▶ **What is needed**
In the data below, find the line containing "n, c = 3, 0.8", then set down that line and every later line up to and including the line containing "generator = sum(xs[i]", exactly.

▶ **Exercise inputs**
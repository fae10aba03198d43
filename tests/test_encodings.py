"""Encoding families against closed forms and published circuit definitions."""

from __future__ import annotations

import math

import numpy as np
import pytest
import scipy.linalg

from hilbertune import circuits, encodings, kernels
from hilbertune.errors import InvalidInputError


def _gram(bp, X, Y=None, **kw):
    params = circuits.initial_params(bp, **kw)
    return np.asarray(kernels.quantum_gram(bp, params, X, Y))


# --------------------------------------------------------------------------- angle

@pytest.mark.parametrize("axis", ["y", "x", "z"])
@pytest.mark.parametrize("method", ["product", "statevector"])
def test_angle_encoding_kernel_is_product_of_cos_squared(axis, method, rng):
    n, c = 4, 0.7
    bp = encodings.single_axis_rotations(n, axis=axis)
    X = rng.uniform(-3, 3, size=(6, n))
    Y = rng.uniform(-3, 3, size=(5, n))
    params = circuits.initial_params(bp, bandwidth=c)
    got = np.asarray(kernels.quantum_gram(bp, params, X, Y, method=method))
    # k(x, x') = prod_i cos^2(c (x_i - x'_i) / 2) (common practice; for RY: <0|RY(a)^+ RY(b)|0>
    # = cos((b - a)/2); the same for RX, and for RZ after H)
    want = np.prod(np.cos(c * (X[:, None, :] - Y[None, :, :]) / 2) ** 2, axis=-1)
    np.testing.assert_allclose(got, want, atol=2e-6)


def test_angle_encoding_is_a_product_encoding():
    bp = encodings.single_axis_rotations(3)
    assert circuits.is_product(bp)
    assert bp.n_qubits == 3 and bp.family == "angle"
    with pytest.raises(InvalidInputError, match="axis"):
        encodings.single_axis_rotations(3, axis="q")


# --------------------------------------------------------------------------- amplitude

@pytest.mark.parametrize("n_features", [2, 3, 4, 5])
def test_amplitude_fidelity_is_squared_cosine(n_features, rng):
    bp = encodings.amplitude_state(n_features)
    assert bp.n_qubits == max(1, math.ceil(math.log2(n_features)))
    X = rng.normal(size=(5, n_features))
    Y = rng.normal(size=(4, n_features))
    got = _gram(bp, X, Y)
    u = X / np.linalg.norm(X, axis=1, keepdims=True)
    v = Y / np.linalg.norm(Y, axis=1, keepdims=True)
    # |<x|x'>|^2 = (x.x')^2 for unit vectors (common practice)
    np.testing.assert_allclose(got, (u @ v.T) ** 2, atol=2e-6)


@pytest.mark.parametrize("copies", [2, 3])
def test_repeated_amplitude_fidelity_is_power_2d(copies, rng):
    bp = encodings.amplitude_state(3, copies=copies)
    assert bp.n_qubits == 2 * copies
    X = rng.normal(size=(4, 3))
    Y = rng.normal(size=(3, 3))
    got = _gram(bp, X, Y)
    u = X / np.linalg.norm(X, axis=1, keepdims=True)
    v = Y / np.linalg.norm(Y, axis=1, keepdims=True)
    # d copies: <x|^(x)d |x'>^(x)d = (x.x')^d, fidelity (x.x')^(2d) (common practice)
    np.testing.assert_allclose(got, (u @ v.T) ** (2 * copies), atol=2e-6)


def test_amplitude_states_are_the_padded_unit_vectors():
    bp = encodings.amplitude_state(3)
    x = np.array([[3.0, 0.0, 4.0]])
    states = np.asarray(circuits.encode_states(bp, circuits.initial_params(bp), x))
    # 3-4-5 triangle: (0.6, 0, 0.8) padded with one zero (worked by hand)
    np.testing.assert_allclose(states[0], [0.6, 0.0, 0.8, 0.0], atol=1e-7)


def test_amplitude_zero_row_rejected():
    bp = encodings.amplitude_state(2)
    with pytest.raises(InvalidInputError, match="all-zero row"):
        _gram(bp, np.array([[1.0, 0.0], [0.0, 0.0]]))


# --------------------------------------------------------------------------- basis

def test_basis_kernel_is_kronecker_delta():
    bp = encodings.bit_flips(3)
    X = np.array([[0, 0, 0], [1, 0, 1], [1, 1, 1], [0, 1, 0], [1, 0, 1]], dtype=float)
    got = _gram(bp, X)
    # distinct bit strings are orthogonal basis states: k = delta(x, x') (common practice)
    want = (X[:, None, :] == X[None, :, :]).all(-1).astype(float)
    np.testing.assert_allclose(got, want, atol=1e-6)


def test_basis_states_are_computational_basis_states():
    bp = encodings.bit_flips(3)
    states = np.asarray(circuits.encode_states(bp, circuits.initial_params(bp),
                                               np.array([[1.0, 0.0, 1.0]])))
    # bits 101 -> index 5 (qubit 0 most significant)
    probs = np.abs(states[0]) ** 2
    np.testing.assert_allclose(probs, np.eye(8)[5], atol=1e-6)


@pytest.mark.parametrize("bad", [0.5, 2.0, -1.0])
def test_basis_rejects_non_binary(bad):
    bp = encodings.bit_flips(2)
    with pytest.raises(InvalidInputError, match="binary"):
        _gram(bp, np.array([[0.0, bad]]))


# --------------------------------------------------------------------------- IQP-style

@pytest.mark.parametrize("pairs, layers", [("all", 2), ("linear", 1), ("ring", 2)])
def test_iqp_style_equals_havlicek_formula(pairs, layers, dense, rng):
    n, c = 3, 0.8
    bp = encodings.iqp_style(n, layers=layers, pairs=pairs)
    params = circuits.initial_params(bp, bandwidth=c)
    X = rng.uniform(-2, 2, size=(3, n))
    got = np.asarray(circuits.encode_states(bp, params, X))
    pair_list = {"all": [(0, 1), (0, 2), (1, 2)], "linear": [(0, 1), (1, 2)],
                 "ring": [(0, 1), (1, 2), (2, 0)]}[pairs]
    hadamards = dense.embed({q: dense.H for q in range(n)}, n)
    for b in range(3):
        xs = c * X[b]
        # U_Phi(x) = exp(i sum_i phi_i Z_i + i sum_(i,j) phi_ij Z_i Z_j), phi_i = x_i,
        # phi_ij = (pi - x_i)(pi - x_j); state (U_Phi H^n)^layers |0> (Havlicek et al., Nature
        # 567, 209 (2019), Eq. 2 and the feature map below it); matrix exponential by scipy
        generator = sum(xs[i] * dense.embed({i: dense.Z}, n) for i in range(n))
        generator = generator + sum((math.pi - xs[i]) * (math.pi - xs[j]) *
                                    dense.embed({i: dense.Z, j: dense.Z}, n)
                                    for i, j in pair_list)
        u_phi = scipy.linalg.expm(1j * generator)
        state = np.eye(2**n)[:, 0].astype(complex)
        for _ in range(layers):
            state = u_phi @ (hadamards @ state)
        np.testing.assert_allclose(got[b], state, atol=2e-5)


def test_iqp_style_counts():
    bp = encodings.iqp_style(4, layers=2, pairs="linear")
    counts = circuits.resource_counts(bp)
    assert counts["two_qubit_gates"] == 2 * 3  # layers * (n - 1) ZZ on a line
    assert counts["one_qubit_gates"] == 2 * (4 + 4)  # layers * (H + RZ per qubit)
    assert not circuits.is_product(bp)


# --------------------------------------------------------------------------- layered

@pytest.mark.parametrize("entangler, n_pairs", [("none", 0), ("linear", 3), ("ring", 4),
                                                 ("all", 6)])
def test_layered_entangler_patterns(entangler, n_pairs):
    bp = encodings.reuploading_layers(4, layers=2, entangler=entangler)
    assert circuits.resource_counts(bp)["two_qubit_gates"] == 2 * n_pairs
    assert circuits.is_product(bp) == (n_pairs == 0)


def test_layered_two_qubit_ring_has_one_pair():
    # a ring on 2 qubits would repeat the pair (1, 0); the family uses it once
    bp = encodings.reuploading_layers(2, layers=1, entangler="ring")
    assert [s.qubits for s in bp.steps if s.gate == "cz"] == [(0, 1)]


def test_layered_feature_assignment():
    # fewer features than qubits: features cycle over the qubits
    bp = encodings.reuploading_layers(2, n_qubits=5, layers=1, axes=("y",), entangler="none")
    assert [s.angle.features[0] for s in bp.steps] == [0, 1, 0, 1, 0]
    # more features than qubits: qubit q takes f with f % n == q
    bp = encodings.reuploading_layers(5, n_qubits=2, layers=1, axes=("y",), entangler="none")
    assert [(s.qubits[0], s.angle.features[0]) for s in bp.steps] == [
        (0, 0), (0, 2), (0, 4), (1, 1), (1, 3)]
    assert bp.n_slots == 5 and len(set(s.angle.slot for s in bp.steps)) == 5


def test_layered_with_cnot_equals_dense_reference(dense, rng):
    bp = encodings.reuploading_layers(3, layers=2, entangler="ring", entangler_gate="cnot",
                                      axes=("z", "x"))
    params = dense.random_params(bp, rng)
    X = rng.uniform(-2, 2, size=(3, 3))
    np.testing.assert_allclose(np.asarray(circuits.encode_states(bp, params, X)),
                               dense.states(bp, params, X), atol=2e-5)  # numpy reference


@pytest.mark.parametrize("options, fragment", [
    ({"entangler": "rign"}, "did you mean 'ring'"),
    ({"entangler_gate": "swap"}, "entangler_gate"),
    ({"axes": ()}, "axes"),
    ({"axes": ("y", "w")}, "axes"),
    ({"layers": 0}, "layers"),
    ({"n_qubits": 1.5}, "n_qubits"),
])
def test_layered_bad_options(options, fragment):
    with pytest.raises(InvalidInputError, match=fragment):
        encodings.reuploading_layers(3, **options)


# --------------------------------------------------------------------------- dispatch

def test_build_encoding_dispatches_every_family():
    for family, builder in encodings.FAMILIES.items():
        assert encodings.build_encoding(family, 3) == builder(3)


def test_unknown_family_suggests_closest():
    with pytest.raises(InvalidInputError, match="did you mean 'angle'"):
        encodings.build_encoding("anlge", 3)
    with pytest.raises(InvalidInputError, match="use one of"):
        encodings.build_encoding("zzzzzz", 3)


def test_unknown_option_is_invalid_input():
    with pytest.raises(InvalidInputError, match="iqp"):
        encodings.build_encoding("iqp", 3, depth=4)


@pytest.mark.parametrize("bad", [0, -2, 2.0, True])
def test_n_features_must_be_positive_int(bad):
    with pytest.raises(InvalidInputError, match="n_features"):
        encodings.build_encoding("angle", bad)


def test_blueprints_are_hashable_and_equal_by_value():
    a = encodings.build_encoding("layered", 3, layers=2)
    b = encodings.build_encoding("layered", 3, layers=2)
    assert a == b and hash(a) == hash(b)
    assert a != encodings.build_encoding("layered", 3, layers=3)


@pytest.mark.parametrize("family, options", [("layered", {"n_qubits": 3, "layers": 3}),
                                             ("iqp", {"layers": 3, "pairs": "ring"})])
@pytest.mark.parametrize("sharing", ["across_layers", "across_qubits"])
def test_shared_weights_equal_the_unshared_circuit_with_tied_values(family, options, sharing):
    # Independent check: copy each shared slot's value into every slot of the unshared
    # circuit that it stands for; both circuits must then give the same Gram.
    from hilbertune import build_encoding
    from hilbertune.kernels import quantum_gram

    free = build_encoding(family, 3, **options)
    tied = build_encoding(family, 3, weight_sharing=sharing, **options)
    layers = options["layers"]
    assert tied.n_slots < free.n_slots
    if sharing == "across_layers":
        assert tied.n_slots * layers == free.n_slots
    assert len(free.steps) == len(tied.steps)
    rng = np.random.default_rng(3)
    shared = {"weights": rng.normal(size=tied.n_slots).astype(np.float32),
              "biases": rng.normal(size=tied.n_slots).astype(np.float32),
              "log_bandwidth": np.float32(0.3)}
    mapping = np.zeros(free.n_slots, dtype=int)
    for a, b in zip(free.steps, tied.steps):
        assert a.gate == b.gate and a.qubits == b.qubits
        if a.angle is not None:
            mapping[a.angle.slot] = b.angle.slot
    expanded = {"weights": shared["weights"][mapping], "biases": shared["biases"][mapping],
                "log_bandwidth": shared["log_bandwidth"]}
    X = rng.uniform(-1, 1, size=(7, 3))
    np.testing.assert_allclose(np.asarray(quantum_gram(tied, shared, X)),
                               np.asarray(quantum_gram(free, expanded, X)), atol=2e-6)


def test_unknown_weight_sharing_is_refused_with_a_hint():
    from hilbertune import build_encoding

    with pytest.raises(InvalidInputError, match="did you mean 'across_layers'"):
        build_encoding("layered", 2, weight_sharing="across_layer")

▶ **Answer to this exercise**
    n, c = 3, 0.8
    bp = encodings.iqp_style(n, layers=layers, pairs=pairs)
    params = circuits.initial_params(bp, bandwidth=c)
    X = rng.uniform(-2, 2, size=(3, n))
    got = np.asarray(circuits.encode_states(bp, params, X))
    pair_list = {"all": [(0, 1), (0, 2), (1, 2)], "linear": [(0, 1), (1, 2)],
                 "ring": [(0, 1), (1, 2), (2, 0)]}[pairs]
    hadamards = dense.embed({q: dense.H for q in range(n)}, n)
    for b in range(3):
        xs = c * X[b]
        # U_Phi(x) = exp(i sum_i phi_i Z_i + i sum_(i,j) phi_ij Z_i Z_j), phi_i = x_i,
        # phi_ij = (pi - x_i)(pi - x_j); state (U_Phi H^n)^layers |0> (Havlicek et al., Nature
        # 567, 209 (2019), Eq. 2 and the feature map below it); matrix exponential by scipy
        generator = sum(xs[i] * dense.embed({i: dense.Z}, n) for i in range(n))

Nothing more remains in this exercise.